Confesso que sempre fiquei um tanto confuso com o capítulo seguinte, “A conquista”, que parece versar sobre o aventureiro (denominado “conquistador”, numa provável reminiscência da leitura camusiana apaixonada de Malraux, por quem sempre teve a mais profunda admiração), outro tipo exemplar do homem absurdo. Não obstante, começa em tom confessional, e prossegue nesse tom mais pessoal, numa quebra evidente de discurso:

“Je n´ai beaucoup d´opinions. A la fin d´une vie, l´homme s´aperçoit qu´il a passé des années à s´assurer d´une seule vérité. Mais une seule, si elle est évidente, suffit à la conduit d´une existence…” ( Não tenho muitas opiniões. No fim da vida, o homem percebe que passou anos se assegurando de uma única verdade. Mas uma só, se evidente, basta para a condução de uma vida).

Logo a seguir, uma das mais famosas formulações (quase wittegensteiniana) de Camus (tão citada fora do contexto que virou um chavão vazio): “Um homme est plus um homme par les choses qu´il tait que par celles qu´il dit” (Um homem é mais homem pelas coisas que silencia do que pelas que diz).

É interessante esse “desabafo” em meio ao livro, inclusive pelas posturas futuras de seu jovem autor, entre elas a problemática “recusa à história” que emerge das polêmicas em torno de O homem revoltado (1951, apenas uma década depois). Nele, lemos uma afirmação quase contrafeita: “Entre l´histoire et l´éternel, j´ai choisi l´histoire parce que j´aime les certitudes. D´elle du moins, je suis certain et comment nier cette force qui m´écrase?”(Entre a história e o eterno, escolhi a história porque gosto  das certezas. Dela, pelo menos, estou certo e como negar essa força que me esmaga?); ou seja, “privé de l´éternel, je veux m´allier aux temps” (privado do eterno, quero me aliar ao tempo).

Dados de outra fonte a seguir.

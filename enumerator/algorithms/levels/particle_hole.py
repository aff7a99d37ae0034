r"""Canonical fermions at any temperature: the particle–hole expansion about the ground state.

The Borrmann–Franke recursion for fermions (:mod:`.ensembles`) is a sum of
terms of both signs whose total ``Z_N`` is smaller than its largest term by
about ``e^{-β E_0}`` relative to ``N`` times the lowest level; far below the
Fermi temperature it needs thousands of bits.  Here ``Z_N`` is written as a
sum of positive terms only, so nothing cancels and a working precision of the
requested digits plus a few guard bits suffices at every temperature.

The expansion
    Sort the distinct single-particle energies and fill the ground state from
    the bottom.  The *Fermi shell* ``P`` (energy ``ε_P``, ``g_P`` states) is
    the highest shell that holds a particle; it holds ``n_P`` of its ``g_P``
    states (``n_P = g_P`` for a closed shell).  Shells below are full, shells
    above empty.  An excited state is a set of ``h`` holes below ``P``, ``p``
    particles above ``P`` and ``m`` occupied states of ``P``, with
    ``p - h + m = n_P`` (particle number is fixed).  Its energy above the
    ground energy ``E_0`` is ``Σ_holes (ε_P - ε_j) + Σ_particles (ε_k - ε_P)``
    (the shell ``P`` costs nothing), so

    .. math::

        Z_N = e^{-β E_0} \sum_{h, p} H_h P_p \binom{g_P}{n_P + h - p},\qquad
        \sum_h H_h x^h = \prod_{j<P} (1 + x e^{-β(ε_P-ε_j)})^{g_j},\quad
        \sum_p P_p x^p = \prod_{k>P} (1 + x e^{-β(ε_k-ε_P)})^{g_k},

    the coefficient of ``y^0`` in
    ``∏_{below}(1 + y^{-1} e^{-β(ε_P-ε_j)})^{g_j} (1 + y)^{g_P} y^{-n_P} ∏_{above}(1 + y e^{-β(ε_k-ε_P)})^{g_k}``.
    Every coefficient is positive.  The energy moments ``Σ w E`` and
    ``Σ w E^2`` (giving ``U - E_0`` and ``C``) come from the same products
    carried with their energy-weighted companions (``(AB)_1 = A_1 B_0 + A_0 B_1``,
    ``(AB)_2 = A_2 B_0 + 2 A_1 B_1 + A_0 B_2``, all positive), and the
    occupation of one state from the same sums with that state's factor
    removed (prefix and suffix products, never a division).  The law of one
    level's occupation (``law_level=``) restricts the same sums to ``k``
    particles (or holes) in it: ``C(g, k) y^k`` times the sum with the whole
    level's factor removed, shifted by ``k``.
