from ..core.errors import EnumeratorError, InvalidConfiguration
from ..core.model import as_count
from ..core.rules import Rule
from ..facade import Occupancy

__all__ = ["app", "build_model", "emit_json", "exact", "format_rows", "main", "show_table", "store_scope"]

#: A value column narrower than this still gets the value in the table.
NARROW = 12


# --------------------------------------------------------------------------
# The error wrapper
# --------------------------------------------------------------------------
class _Group(TyperGroup):
    """The application's command group: one place that handles every failure."""

    def main(self, args=None, prog_name=None, complete_var=None, standalone_mode=True, **extra):
        # Counts of 100,000+ digits must print in full (and big ranks parse).
        sys.set_int_max_str_digits(0)
        try:
            result = super().main(
                args=args, prog_name=prog_name, complete_var=complete_var,
                standalone_mode=False, **extra,
            )
        except EnumeratorError as error:
            _fail(f"Error: {error}", 2)
        except NoArgsIsHelpError as error:
            error.show()
            sys.exit(error.exit_code)
        except ClickException as error:
            hint = ""
            ctx = getattr(error, "ctx", None)
            if ctx is not None:
                hint = f" Try '{ctx.command_path} --help'."
            message = error.format_message().strip()
            if message and message[-1] not in ".?!":
                message += "."
            _fail(f"Error: {message}{hint}", error.exit_code)
        except BrokenPipeError:
            # The reader stopped early (``enumerator list | head``): not a failure.
            _silence_stdout()
            sys.exit(0)
        except KeyboardInterrupt:
            _fail("Interrupted.", 130)
        except Exception as error:  # noqa: BLE001 - the last line of defence
            if os.environ.get("ENUMERATOR_DEBUG", "").strip() not in ("", "0"):
                traceback.print_exc()
            _fail(
                f"Internal error: {type(error).__name__}: {error} "
                "(this is a bug; set ENUMERATOR_DEBUG=1 for a traceback)",
                1,
            )
        sys.exit(result if isinstance(result, int) else 0)

    def invoke(self, ctx):
        try:
            return super().invoke(ctx)
        except BrokenPipeError:
            # The reader stopped early (``enumerator list | head``): not a failure.
            # Caught here, before click's own EPIPE handler turns it into exit 1.
            _silence_stdout()
            raise typer.Exit(0) from None


def _fail(message: str, code: int) -> None:
    """Write *message* as one line on stderr and exit with *code*."""
    line = " ".join(str(message).split())
    try:
        sys.stdout.flush()
    except (BrokenPipeError, ValueError):
        _silence_stdout()
    sys.stderr.write(line + "\n")
    sys.stderr.flush()
    sys.exit(code)


def _silence_stdout() -> None:
    """Point stdout at /dev/null so the interpreter's final flush cannot fail."""
    try:
        devnull = os.open(os.devnull, os.O_WRONLY)
        os.dup2(devnull, sys.stdout.fileno())
    except (OSError, ValueError, AttributeError):
        pass


app = typer.Typer(
    cls=_Group,
    name="enumerator",
    help=(
        "Exact counts, probabilities and listings for n balls placed in r labelled urns.\n\n"
        "Rules: MB (Maxwell–Boltzmann) distinguishable balls, every assignment of balls "
        "to urns equally likely; BE (Bose–Einstein) identical balls, every occupancy "
        "vector equally likely; FD (Fermi–Dirac) identical balls, at most one per urn, "
        "every occupancy vector equally likely.\n\n"
        "Add --json to any command for one JSON object (exact numbers as strings)."
    ),
    add_completion=False,
    no_args_is_help=True,
    pretty_exceptions_enable=False,
    context_settings={"help_option_names": ["-h", "--help"]},
)


def main(argv: Optional[Sequence[str]] = None) -> None:
    """Run the command line tool (the ``enumerator`` console script)."""
    typer.main.get_command(app).main(args=argv)


# --------------------------------------------------------------------------
# Shared options (define once, reuse everywhere)
# --------------------------------------------------------------------------
_MODEL = "Model"
_OUTPUT = "Store and output"

Balls = Annotated[
    int,
    typer.Option(
        "--balls", "-n",
        help="Number of balls n (particles, keys, items), a whole number >= 0.",
        rich_help_panel=_MODEL,
    ),
]
Urns = Annotated[
    Optional[int],
    typer.Option(
        "--urns", "-r",
        help="Number of labelled urns r (states, sites, bins), >= 1. "
        "May be left out when --bounds gives one bound per urn.",
        rich_help_panel=_MODEL,
    ),
]
RuleOpt = Annotated[
    str,
    typer.Option(
        "--rule",
        metavar="MB|BE|FD",
        help="Counting rule. MB: distinguishable balls, each assignment of balls to urns "
        "equally likely. BE: identical balls, each occupancy vector equally likely. "
        "FD: identical balls, at most one per urn, each occupancy vector equally likely. "
        "Any case.",
        rich_help_panel=_MODEL,
    ),
]
Capacity = Annotated[
    Optional[int],
    typer.Option(
        "--capacity",
        help="Uniform upper bound: at most this many balls in every urn (FD: at most 1).",
        rich_help_panel=_MODEL,
    ),
]
Minimum = Annotated[
    Optional[int],
    typer.Option(
        "--minimum",
        help="Uniform lower bound: at least this many balls in every urn (default 0).",
        rich_help_panel=_MODEL,
    ),
]
Bounds = Annotated[
    Optional[str],
    typer.Option(
        "--bounds",
        help='Per-urn bounds "a:b,a:b,..." (lower:upper for each urn in turn; "a:" means '
        "no upper bound). Use instead of --capacity/--minimum.",
        rich_help_panel=_MODEL,
    ),
]
Store = Annotated[
    Optional[str],
    typer.Option(
        "--store",
        metavar="PATH-OR-URL",
        help="Result store to remember results in: a SQLite file path or a database URL "
        "(default: $ENUMERATOR_STORE, else store/ in a source checkout, else the user cache).",
        rich_help_panel=_OUTPUT,
    ),
]
NoCache = Annotated[
    bool,
    typer.Option(
        "--no-cache",
        help="Compute afresh; neither read nor write the result store (wins over --store).",
        rich_help_panel=_OUTPUT,
    ),
]
Json = Annotated[
    bool,
    typer.Option(
        "--json",
        help="Print one JSON object: exact integers as decimal strings, rationals as "
        '"p/q", floats only in fields named approx.',
        rich_help_panel=_OUTPUT,
    ),
]


EventLimit = Annotated[
    Optional[int],
    typer.Option(
        "--limit",
        help="dist/prob: the most configurations (or profiles) handled one by one when no exact "
        "shortcut applies; above it the command stops with an error (default 1000000).",
        rich_help_panel=_OUTPUT,
    ),
]


class ListFormat(str, Enum):
    """Row formats of ``enumerator list``."""

    csv = "csv"
    jsonl = "jsonl"


# --------------------------------------------------------------------------
# Helpers
# --------------------------------------------------------------------------
def build_model(
    balls: int,
    urns: Optional[int] = None,
    rule: "Rule | str" = Rule.MB,
    capacity: Optional[int] = None,
    minimum: Optional[int] = None,
    bounds: Optional[str] = None,
) -> Occupancy:
    """Return the :class:`Occupancy` described by the shared model options.

    Validation is the model's: malformed input raises
    :class:`~enumerator.errors.InvalidParameters`, which the error wrapper
    prints as one line with exit code 2.
    """
    return Occupancy(
        balls=balls,
        urns=urns,
        rule=rule,
        capacity=capacity,
        minimum=minimum,
        bounds=bounds,
    )


@contextmanager
def store_scope(location: Optional[str], no_cache: bool):
    """Run the block against the result store chosen by ``--store`` / ``--no-cache``.

    ``--no-cache`` computes everything afresh and stores nothing (it wins over
    ``--store``); ``--store PATH-OR-URL`` remembers results there; neither
    leaves the store's own default (``ENUMERATOR_STORE``, else the checkout's
    ``store/`` folder, else the user cache directory; see
    :mod:`enumerator.store`).
    """
    from .. import store as results

    if no_cache:
        with results.bypass():
            yield
    elif location is not None:
        with results.using(location):
            yield
    else:
        yield


def exact(value) -> str:
    """Encode an exact ``int`` or ``Fraction`` for JSON (decimal / ``p/q`` string), any size."""
    from ..core.exact import exact_text

    return exact_text(value)


def emit_json(payload: dict) -> None:
    """Print *payload* as one JSON object on one line of stdout."""
    sys.stdout.write(json.dumps(payload, ensure_ascii=False) + "\n")
    sys.stdout.flush()


def _console() -> Console:
    # Built per call so that a redirected sys.stdout (tests, pipes) is honoured.
    return Console(file=sys.stdout, highlight=False, soft_wrap=False)


def show_table(title: str, columns: Sequence[str], rows: Iterable[Sequence[str]]) -> None:
    """Print a rich table; values too wide for it follow the table in full.

    A rich table folds long cells, which would cut a 100,000-digit count into
    pieces; such a cell gives its length instead and the value is then written
    on a line of its own, unbroken, as ``<row> = <value>`` (two columns) or
    ``<row>, <column> = <value>``.  The width each value column may use is
    what the terminal leaves after the first column, shared equally.
    """
    rows = [list(row) for row in rows]
    console = _console()
    first = max([len(columns[0])] + [len(row[0]) for row in rows])
    share = (console.width - first - 3 * len(columns) - 1) // max(1, len(columns) - 1)
    share = max(share, NARROW)
    table = Table()
    for i, name in enumerate(columns):
        table.add_column(name, justify="left" if i == 0 else "right", overflow="fold")
    spill = []
    for row in rows:
        cells = [row[0]]
        for i, cell in enumerate(row[1:], start=1):
            if len(cell) <= share:
                cells.append(cell)
                continue
            label = row[0] if len(columns) == 2 else f"{row[0]}, {columns[i]}"
            spill.append((label, cell))
            unit = "digits" if cell.isdigit() else "characters"
            note = f"{len(cell):,} {unit}, see below"
            cells.append(note if len(note) <= share else "see below")
        table.add_row(*cells)
    console.print(title, style="bold")
    console.print(table)
    for label, cell in spill:
        sys.stdout.write(f"{label} = {cell}\n")
    sys.stdout.flush()


_WHOLE = re.compile(r"[+-]?\d+")


def parse_config(text: str) -> tuple:
    """Parse ``"2,0,1"`` into a tuple of ints (length, sum and signs are the model's to check)."""
    items = text.split(",")
    values = []
    for position, item in enumerate(items, start=1):
        item = item.strip()
        if not _WHOLE.fullmatch(item):
            raise InvalidConfiguration(
                f"config entry {position} ({item!r}) is not a whole number; "
                'write one occupancy per urn separated by commas, e.g. --config 2,0,1'
            )
        values.append(int(item))
    return tuple(values)


def _approx(value: Fraction) -> float:
    # Fraction.__float__ divides the exact integers, correctly rounded.
    return float(value)
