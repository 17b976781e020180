import { mkdtempSync, rmSync, writeFileSync } from 'node:fs';
import { tmpdir } from 'node:os';
import { join } from 'node:path';
import * as XLSX from 'xlsx';
import { afterAll, describe, expect, it } from 'vitest';
import { parseCart, run } from '../../../server/cli/commands/waves';
import { memoryIo } from '../../../server/cli/io';
import { generateRectangularPlan } from '../../../server/core/plan/generate';
import { createRng } from '../../../server/core/rng';
import { floorPlanToWorkbook } from '../../../server/floor-plans/import/index';

const dir = mkdtempSync(join(tmpdir(), 'aw-waves-'));
afterAll(() => rmSync(dir, { recursive: true, force: true }));

const sheet = (name: string, rows: unknown[][]): Buffer => {
  const wb = XLSX.utils.book_new();
  XLSX.utils.book_append_sheet(wb, XLSX.utils.aoa_to_sheet(rows), name);
  return XLSX.write(wb, { type: 'buffer', bookType: 'xlsx' }) as Buffer;
};
const write = (name: string, bytes: Buffer): string => {
  const path = join(dir, name);
  writeFileSync(path, bytes);
  return path;
};

// A generated plan written as a workbook, 40 invented SKUs on its bins, 30 orders of 2–4 lines.
const plan = generateRectangularPlan({ aisles: 6, aisleLengthM: 24, aisleSpacingM: 3, baysPerAisle: 10, levels: 2 });
const rng = createRng(5);
const skuRows: unknown[][] = [['sku', 'description', 'bin', 'unit_weight_kg', 'unit_volume_l']];
const skuData = new Map<string, { kg: number; litres: number; bin: string }>();
for (let i = 0; i < 40; i++) {
  const bin = plan.bins[rng.int(plan.bins.length)]!.code;
  const kg = Math.round((0.2 + 3 * rng.next()) * 100) / 100;
  const litres = Math.round((0.5 + 6 * rng.next()) * 100) / 100;
  skuRows.push([`SKU-${i}`, `Item ${i}`, bin, kg, litres]);
  skuData.set(`SKU-${i}`, { kg, litres, bin });
}
skuRows.push(['SKU-GONE', 'Slotted in a bin no plan has', 'Z-99-99-1', 1, 1]);
skuData.set('SKU-GONE', { kg: 1, litres: 1, bin: 'Z-99-99-1' });
skuRows.push(['SKU-ANVIL', 'Too heavy for any cart', plan.bins[3]!.code, 500, 2]);
skuData.set('SKU-ANVIL', { kg: 500, litres: 2, bin: plan.bins[3]!.code });
const orderRows: unknown[][] = [['order', 'sku', 'qty', 'due', 'priority']];
for (let o = 0; o < 30; o++) {
  const lines = 2 + rng.int(3);
  for (let k = 0; k < lines; k++)
    orderRows.push([`W-${100 + o}`, `SKU-${rng.int(40)}`, 1 + rng.int(3), `2026-12-03T${String(8 + (o % 10)).padStart(2, '0')}:00:00Z`, '']);
}
orderRows.push(['W-LOST', 'SKU-GONE', 1, '', '']);
orderRows.push(['W-HEAVY', 'SKU-ANVIL', 1, '', '']);

const planPath = write('plan.xlsx', floorPlanToWorkbook(plan));
const skuPath = write('skus.xlsx', sheet('skus', skuRows));
const orderPath = write('orders.xlsx', sheet('orders', orderRows));
const cartFlag = 'totes=6,kg=60,litres=120';

interface Output {
  trips: {
    orders: string[];
    stops: { n: number; bins: string[]; lines: { order: string; sku: string; qty: number; bin: string; tote: number }[] }[];
    metres: number;
  }[];
  totalMetres: number;
  unplaced: { order: string; reason: string }[];
  comparison: { singleMetres: number; sShapeMetres: number | null };
}

// Each run starts import workers (seconds on the shared machine), so a flag set is run once.
const runs = new Map<string, Promise<{ code: number; out: Output | null; err: string }>>();
function plan_(batching: string, extra: string[] = []): Promise<{ code: number; out: Output | null; err: string }> {
  const key = [batching, ...extra].join(' ');
  if (!runs.has(key)) runs.set(key, runOnce(batching, extra));
  return runs.get(key)!;
}

async function runOnce(batching: string, extra: string[]): Promise<{ code: number; out: Output | null; err: string }> {
  const io = memoryIo();
  const code = await run(['plan', '--plan', planPath, '--skus', skuPath, '--orders', orderPath, '--cart', cartFlag, '--batching', batching, ...extra], io);
  return { code, out: code === 0 ? (JSON.parse(io.stdout.join('')) as Output) : null, err: io.stderr.join('\n') };
}

describe('aislewright waves plan', () => {
  it.each(['single', 'fcfs', 'seed', 'savings', 'search'])('%s: every order line in one trip within the cart, the rest named', async (batching) => {
    const { code, out } = await plan_(batching);
    expect(code).toBe(0);
    const o = out!;
    // Every order line of the file is picked once, or its order is unplaced.
    const expected = orderRows
      .slice(1)
      .map((r) => JSON.stringify([r[0], r[1], r[2]]))
      .sort();
    const unplaced = new Set(o.unplaced.map((u) => u.order));
    const picked = o.trips.flatMap((t) => t.stops.flatMap((s) => s.lines.map((l) => JSON.stringify([l.order, l.sku, l.qty]))));
    expect([...picked, ...expected.filter((k) => unplaced.has(JSON.parse(k)[0]))].sort()).toEqual(expected);
    expect(o.unplaced.map((u) => u.order).sort()).toEqual(['W-HEAVY', 'W-LOST']);
    expect(o.unplaced.find((u) => u.order === 'W-LOST')!.reason).toMatch(/Z-99-99-1.*not on the floor plan/);
    expect(o.unplaced.find((u) => u.order === 'W-HEAVY')!.reason).toMatch(/500 kg/);
    for (const t of o.trips) {
      let kg = 0;
      for (const s of t.stops) {
        for (const l of s.lines) {
          kg += l.qty * skuData.get(l.sku)!.kg;
          expect(skuData.get(l.sku)!.bin).toBe(l.bin);
          expect(t.orders).toContain(l.order);
          expect(s.bins).toContain(l.bin);
        }
      }
      expect(kg).toBeLessThanOrEqual(60 + 1e-9);
      expect(t.stops.map((s) => s.n)).toEqual(t.stops.map((_, i) => i + 1));
    }
    expect(o.totalMetres).toBeCloseTo(
      o.trips.reduce((s, t) => s + t.metres, 0),
      1,
    );
    // A generated rectangular plan is a block layout, so the S-shape comparison is there.
    expect(o.comparison.sShapeMetres).toBeGreaterThan(0);
  });

  it('walks less with savings than with one order per trip', async () => {
    const single = (await plan_('single')).out!;
    const savings = (await plan_('savings')).out!;
    expect(savings.totalMetres).toBeLessThan(single.totalMetres);
    expect(savings.comparison.singleMetres).toBeGreaterThan(savings.totalMetres);
  });

  it('lists a bad order file row by row and plans nothing', async () => {
    const bad = write(
      'bad-orders.xlsx',
      sheet('orders', [
        ['order', 'sku', 'qty'],
        ['W-1', 'SKU-1', 0],
        ['W-2', 'NOPE', 1],
      ]),
    );
    const io = memoryIo();
    const code = await run(['plan', '--plan', planPath, '--skus', skuPath, '--orders', bad, '--cart', cartFlag, '--batching', 'fcfs'], io);
    expect(code).toBe(2);
    expect(io.stdout).toEqual([]);
    const err = io.stderr.join('\n');
    expect(err).toMatch(/orders file has 2 problem/);
    expect(err).toMatch(/row 2, qty/);
    expect(err).toMatch(/row 3, sku: SKU NOPE is not in the SKU master/);
  });

  it('refuses bad flags with one line and exit 2', async () => {
    const cases: [string[], RegExp][] = [
      [['plan', '--plan', planPath], /--skus is required/],
      [['plan', '--plan', planPath, '--skus', skuPath, '--orders', orderPath, '--cart', cartFlag, '--batching', 'zigzag'], /unknown batching 'zigzag'/],
      [['plan', '--plan', join(dir, 'none.xlsx'), '--skus', skuPath, '--orders', orderPath, '--cart', cartFlag, '--batching', 'fcfs'], /no such file/],
      [['route'], /unknown subcommand/],
    ];
    for (const [args, message] of cases) {
      const io = memoryIo();
      expect(await run(args, io)).toBe(2);
      expect(io.stderr.join('\n')).toMatch(message);
    }
  });

  it('parses a cart profile and names what is wrong with a bad one', () => {
    expect(parseCart('totes=8,kg=150,litres=400')).toEqual({ totes: 8, maxKg: 150, maxLitres: 400 });
    expect(() => parseCart('totes=8,kg=150')).toThrow(/litres is missing/);
    expect(() => parseCart('totes=2.5,kg=1,litres=1')).toThrow(/whole number/);
    expect(() => parseCart('totes=8,kg=-1,litres=1')).toThrow(/positive/);
    expect(() => parseCart('totes=8,weight=1,litres=1')).toThrow(/unknown key 'weight'/);
  });
});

E o parêntese termina de forma particularmente bela (quase como uma alerta aos leitores, um lembrete de que eram tempos de guerra, em que a contemplação precisa dar lugar à ação—falando claramente,  é de fato uma introdução do “tempo presente” na discussão abstrata), ainda que “datada”: “Je ne veux faire tenir dans mon compte ni nostalgie ni amertume et jê veux seulement y voir clair. Je vous le dis, demains vous serez mobilisé. Pour vous et pour moi, cela une libération. L´individu ne peut rien et pourtant il peut tout. Dans cette merveilleuse disponibilité vous comprenez pourquoi je l´exalte et l´ecrase à la fois. C´est le monde qui le broie et c´est moi qui le libère. Je le fournis de tous ses droits”.[15]

      De todo modo, ao contrário de Don Juan e do ator, ele não faz um retrato muito nítido ou convincente do “homem de ação”. Escreve belas fórmulas, entretanto: “J´installe ma lucidité au milieu de ce qui la nie” (Instalo minha lucidez em meio ao que a nega), “Oui, l´homme est sa propre fin. Et il est sa seule fin” (Sim, o homem é seu próprio fim. E é seu único fim), e temos a anedota (sempre as anedotas camusianas!) do último Carrara (que aparece anotada no primeiro volume dos Cadernos também): “Le dernier Carrara, prisonnier dans Padoue vidée par la peste, assiégée par les Vénitiens, parcourait en hurlant les salles de son palais désert: il appelait le diable et lui demandait la mort. C´était une façon de la surmonter” (O último Carrara, prisioneiro numa Pádua esvaziada pela peste, sitiada pelos venezianos, percorria aos berros as salas de seu palácio deserto: ele chamava o diabo e pedia-lhe a morte. Era uma maneira de a sobrepujar).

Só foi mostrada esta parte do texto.